Michael: The question was where are the shared models of healthcare? The one that I know really well right now is something that is called HL7 which is used in the States but it’s not the only one. I can’t give you a collection now, but I’ve actually been trying to build up some, and I will post, with my list as I find them and maybe we can create a place to start finding these shared vocabularies. It’s a really key point and that’s very, very good. I’ll start a list and I’ll post it on Twitter. Yes?

Man 1: Another question?

Man 3: Hi, everyone. Even if we are storing like an XML format in a DNA strand, don’t we have to worry about mutation and things breaking down over time?

Michael: Yes. So the question has to do with the Zurich project that actually use DNA as storage and are we concerned about breakage. I don’t understand all of the technical details of the Zurich project. It was just announced a couple of months ago. But they were claiming that because DNA also takes into account degradation and has copies that they can take advantage of that. But I don’t understand all of the science but it is certainly is a problem. The idea of repetition helps us in degradation both at runtime and at storage, and that’s a real key point. But I will include a reference to the article and you can take a look. Yes.

Man 1: Another question?

Man 4: Hi, everyone. I saw in a hospital, a strange system to archive their records. They use microfilms. Do you believe that the only way to store digital data is to not through digital data but to something like microfilms.

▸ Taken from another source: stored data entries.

package layout

import (
	"testing"

	"github.com/scangate/scangate/schema"
)

// Checks of DESIGN.md §5b ("facts of the trade", common practice, no published source)
// on the format defaults: segment_overhead_ms 1.5, scan_mb_per_s 200, cores 8.

func defaultEngine(segmentRows int64) schema.Engine {
	return schema.Engine{SegmentRows: segmentRows, Cores: schema.DefaultCores,
		SegmentOverheadMs: schema.DefaultSegmentOverheadMs, ScanMBPerS: schema.DefaultScanMBPerS}
}

// scanBoth scans c in a one-partition table at 2^20 and at 2^23 rows per segment.
func scanBoth(t *testing.T, rows int64, c schema.Column) (small, large Scan) {
	t.Helper()
	parts, err := Expand(schema.Table{Rows: rows, Partitions: schema.Partitions{Scheme: schema.SchemeNone}})
	if err != nil {
		t.Fatal(err)
	}
	small = ScanColumn(c, rows, parts, defaultEngine(1<<20))
	large = ScanColumn(c, rows, parts, defaultEngine(1<<23))
	t.Logf("%d rows, %s distinct %d order %q run %d: CPU %.0f -> %.0f ms (x%.2f, %.1f%% less), wall %.1f -> %.1f ms, %.2f -> %.2f GB",
		rows, c.Type, c.Distinct, c.Order, c.RunLength, small.CPUMs, large.CPUMs, small.CPUMs/large.CPUMs,
		100*(1-large.CPUMs/small.CPUMs), small.WallMs, large.WallMs, small.Bytes/1e9, large.Bytes/1e9)
	return small, large
}

func TestPracticeHighlyCompressedColumn(t *testing.T) {
	// Common practice (§5b): 8x larger segments cut full-scan CPU of a highly
	// compressed column several times over; it cannot exceed 8x (the segment ratio).
	const rows = 4_000_000_000
	for _, c := range []schema.Column{
		{Type: "bool"}, // about 1 bit a row: measured 8,281 -> 3,274 ms, x2.53
		{Type: "int64", Distinct: 10, Order: schema.Sorted},    // run-length encoded to almost nothing: x8.0
		{Type: "int64", Distinct: 10, Order: schema.Clustered}, // same: x8.0
	} {
		small, large := scanBoth(t, rows, c)
		if r := small.CPUMs / large.CPUMs; r < 2.5 || r > 8 {
			t.Errorf("%+v: CPU cut x%.2f, want several times (2.5..8)", c, r)
		}
	}
	// About 3-4x for a column near a bit a row in runs (bool in runs of 32 rows: a
	// run-length run of 2 bytes and, 7 times in 8, a bit-packed group of 1 byte with its
	// 1-byte header, per 32 rows); measured 6,894 -> 1,887 ms, x3.65.
	small, large := scanBoth(t, rows, schema.Column{Type: "bool", Order: schema.Clustered, RunLength: 32})
	if r := small.CPUMs / large.CPUMs; r < 3 || r > 4 {
		t.Errorf("bool in runs of 32: CPU cut x%.2f, want 3..4", r)
	}
}

func TestPracticeLargePoorlyCompressedColumn(t *testing.T) {
	// Common practice (§5b): a large, poorly compressed column gains about a fifth to a
	// quarter (20-30%) of its full-scan CPU from 8x larger segments. float64 with 100k
	// distinct values in random order: 11.5 GB at 2^20 (2.9 of 8 bytes a row);
	// measured 63,482 -> 45,124 ms, 28.9% less.
	small, large := scanBoth(t, 4_000_000_000, schema.Column{Type: "float64", Distinct: 100_000})
	if small.Bytes < 4e9 {
		t.Fatalf("not a multi-GB column: %.2f GB", small.Bytes/1e9)
	}
	if cut := 1 - large.CPUMs/small.CPUMs; cut < 0.20 || cut > 0.30 {
		t.Errorf("CPU cut %.1f%%, want 20..30%%", 100*cut)
	}
}

func TestPracticeSmallTable(t *testing.T) {
	// Common practice (§5b): a table of only tens of segments gains a few ms at most
	// from larger segments. 30 segments of 2^20 rows, a bool column: on 8 cores the
	// scan takes 4 rounds of 1.5 ms + 0.66 ms against 1 round of 4 larger tasks;
	// measured wall 8.7 -> 6.9 ms. The CPU saved is the overhead of the segments dropped,
	// (30 - 4) * 1.5 = 39 ms, plus their 2-byte dictionaries (52 bytes, 0.0003 ms).
	small, large := scanBoth(t, 30<<20, schema.Column{Type: "bool"})
	if gain := small.WallMs - large.WallMs; gain > 5 {
		t.Errorf("wall gain %.1f ms, want a few ms at most", gain)
	}
	if gain := small.CPUMs - large.CPUMs; gain < 0 || gain > 26*1.5+0.001 {
		t.Errorf("CPU gain %.1f ms, want within the dropped overhead, 39 ms", gain)
	}
}
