// TestCountsParser feeds run.sh hand-made JSON reports through a stand-in binary: the
// counts must come from the top-level summary only, never from a nested "errors" key,
// and a report without the expected layout must fail the step rather than report
// wrong numbers.
func TestCountsParser(t *testing.T) {
	ws := t.TempDir()
	fake := filepath.Join(ws, "fake-scangate")
	script := `#!/usr/bin/env bash
[ "$1" = version ] && { echo "scangate fake"; exit 0; }
for a in "$@"; do
  case "$a" in --format=json=*) cp "$FAKE_REPORT" "${a#--format=json=}" ;; esac
done
`
	if err := os.WriteFile(fake, []byte(script), 0o755); err != nil {
		t.Fatal(err)
	}
	decoys := `{
  "schema_version": 1,
  "errors": 90,
  "files": [
    {
      "summary": {
        "errors": 91
      },
      "tables": [
        {
          "errors": 92,
          "warnings": 93
        }
      ]
    }
  ],
  "summary": {
    "files": 1,
    "notes": 4,
    "warnings": 20,
    "errors": 300,
    "waived": 7
  },
  "findings": []
}
`
	for _, c := range []struct {
		name, report string
		code         int
		outputs      map[string]string
	}{
		{"decoys", decoys, 0, map[string]string{"findings": "324", "errors": "300", "warnings": "20", "exit-code": "0"}},
		{"minified", `{"summary":{"errors":1,"warnings":2,"notes":3}}`, 2, map[string]string{"exit-code": "2"}},
		{"no notes", strings.Replace(decoys, `"notes": 4,`, "", 1), 2, map[string]string{"exit-code": "2"}},
	} {
		t.Run(c.name, func(t *testing.T) {
			report := filepath.Join(t.TempDir(), "report.json")
			if err := os.WriteFile(report, []byte(c.report), 0o644); err != nil {
				t.Fatal(err)
			}
			r := newRunner(t, ws)
			r.env = append(r.env, "SCANGATE_BIN="+fake, "FAKE_REPORT="+report)
			res := r.run(nil)
			if res.code != c.code {
				t.Errorf("exit %d, want %d\n%s%s", res.code, c.code, res.stdout, res.stderr)
			}
			delete(res.outputs, "sarif-file") // the stand-in writes none
			if got, _ := json.Marshal(res.outputs); string(got) != string(must(json.Marshal(c.outputs))) {
				t.Errorf("outputs %s, want %s", got, must(json.Marshal(c.outputs)))
			}
		})
	}
}

func must[T any](v T, err error) T {
	if err != nil {
		panic(err)
	}
	return v
}

// TestRunUploadSarifAndCategory: upload-sarif reads a YAML boolean written any way and
// comes back as the upload-sarif output the upload step tests; the category names the
// job and the SARIF file, so two runs in one workflow upload under different ones.
func TestRunUploadSarifAndCategory(t *testing.T) {
	ws := workspace(t, map[string]string{"testdata/demo": "models"})
	for in, want := range map[string]string{"true": "true", "True": "true", "TRUE": "true", "yes": "true", "1": "true", "": "true",
		"false": "false", "False": "false", "no": "false", "0": "false"} {
		res := newRunner(t, ws).run(map[string]string{"paths": "models", "fail-on": "never", "upload-sarif": in})
		if res.code != 0 || res.outputs["upload-sarif"] != want {
			t.Errorf("upload-sarif %q: exit %d, output %q; want 0 and %q\n%s", in, res.code, res.outputs["upload-sarif"], want, res.stderr)
		}
	}
	res := newRunner(t, ws).run(map[string]string{"paths": "models", "upload-sarif": "maybe"})
	if res.code != 2 || !strings.Contains(res.stderr, "upload-sarif must be true or false") {
		t.Errorf("upload-sarif maybe: exit %d, stderr %q; want 2 and a message naming the input", res.code, res.stderr)
	}

	categories := map[string]bool{}
	for _, c := range []struct {
		job    string
		inputs map[string]string
	}{
		{"lint", map[string]string{"sarif-file": "a.sarif"}},
		{"lint", map[string]string{"sarif-file": "b.sarif"}},
		{"models", map[string]string{"sarif-file": "a.sarif"}},
		{"models", map[string]string{"sarif-file": "a.sarif", "sarif-category": "nightly"}},
	} {
		r := newRunner(t, ws)
		r.env = append(r.env, "GITHUB_JOB="+c.job)
		c.inputs["paths"], c.inputs["fail-on"] = "models", "never"
		res := r.run(c.inputs)
		got := res.outputs["sarif-category"]
		if res.code != 0 || got == "" || categories[got] {
			t.Errorf("job %s, inputs %v: exit %d, category %q; want a category no other run has", c.job, c.inputs, res.code, got)
		}
		categories[got] = true
	}
	if !categories["scangate/lint/a.sarif"] || !categories["nightly"] {
		t.Errorf("categories %v; want scangate/<job>/<sarif-file> by default and the input verbatim", sortedKeys(categories))
	}
}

Michael: Yes. So, the question is, is the best way to store digital data is not actually digital form, but in this example microfilms or microfiche, which have been with us for about a hundred years. I don’t think that we’re stuck with just that. In fact, I think what’s going to happen is we’ll go through many forms or many types. When I do some research in libraries, I still use microfilm or microfiche. So, one of our problems is we have actually about a hundred years of information stored in that format. So, we either need to transfer that or keep the machines working for the next couple of years so that we can read them.